Troubleshooting

Start of the third week and back to performing CAT ELISAs. I am constantly reminded of how important getting the details right is to successful experimentation. Some of these details that I have failed to remember or perfect in past and current CAT ELISAs are: making sure the protease inhibitor tablets have completely dissolved in the lysis buffer before adding the lysis buffer to the plates, inverting the CAT Enzyme Working Dilution tube multiple times and pipetting the solution up and down to try to ensure a uniform distribution of CAT Enzyme within throughout the solution, making sure the cold centrifuge is set at 4˚ Celsius, checking the multi-channel pipette to ensure that each pipette tip has actually taken up solution, loading the sample trays in the CAT ELISA plate in the correct orientation so the plate reader will read them, and famously (from my first attempt at a CAT ELISA), not using working dilutions as washing buffers. These are only small parts of the CAT ELISA procedure, but remembering and performing them makes all the difference in the world.

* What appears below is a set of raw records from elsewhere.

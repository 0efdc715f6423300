import { poissonInto } from '$lib/stats/fit/poisson-into';
import { workspace } from '$lib/stats/fit/workspace';
import { logPoissonPmf } from '$lib/stats/numerics/log-poisson-pmf';
import fc from 'fast-check';
import { describe, expect, it } from 'vitest';
import { dataOf } from './plain';

describe('poissonInto', () => {
  it('is the Poisson pmf, ends under the trim of its mode left out', () => {
    const space = workspace(dataOf({ shots: [1, 1], trials: null }));
    fc.assert(
      fc.property(
        fc.oneof(
          fc.double({ min: 1e-9, max: 10, noNaN: true }),
          fc.double({ min: 1, max: 1e5, noNaN: true })
        ),
        (mean) => {
          const [first, length] = poissonInto(space, mean, 1e-20);
          let total = 0;
          for (let k = 0; k < length; k++) {
            total += space.part[k];
            const want = Math.exp(logPoissonPmf(first + k, mean));
            expect(Math.abs(space.part[k] / want - 1)).toBeLessThan(1e-10);
          }
          expect(total).toBeCloseTo(1, 12);
        }
      ),
      { numRuns: 60 }
    );
  });
});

On another note one of the post-transfection plates fluoresced green under the fluorescence scope today, showing that transfection with GFP-tagged Thyroid Hormone Receptor Alpha had occurred and transfection efficiency is one less source of error to worry about (for this round of experimentation at least). In addition to the successful transfection, when seeding plates on Friday and loading the hemocytometer to approximate the cell concentration, there were 69 cells in the central grid which correlates to 6.9 x105 cells per plate. The CAT ELISA protocol requires seeding at 6.0-7.0 x 105, so plate seeding is also less of a concern at the moment. The reason I mention a small and rudimentary part of the process like plate seeding is that it’s another detail that could hinder successful experimentation if performed incorrectly. Similarly, transfection seems like a simple process but carelessness is costly and adherence to the protocol is critical to achieving high rates of transfection efficiency. I’m still undecided about whether or not plasmid dilution is worthwhile, I’ll have to accumulate more data to come closer to a decision regarding future plasmid dilutions. Going forward, I hope that remembrance of the details and successful transfection will help achieve better results.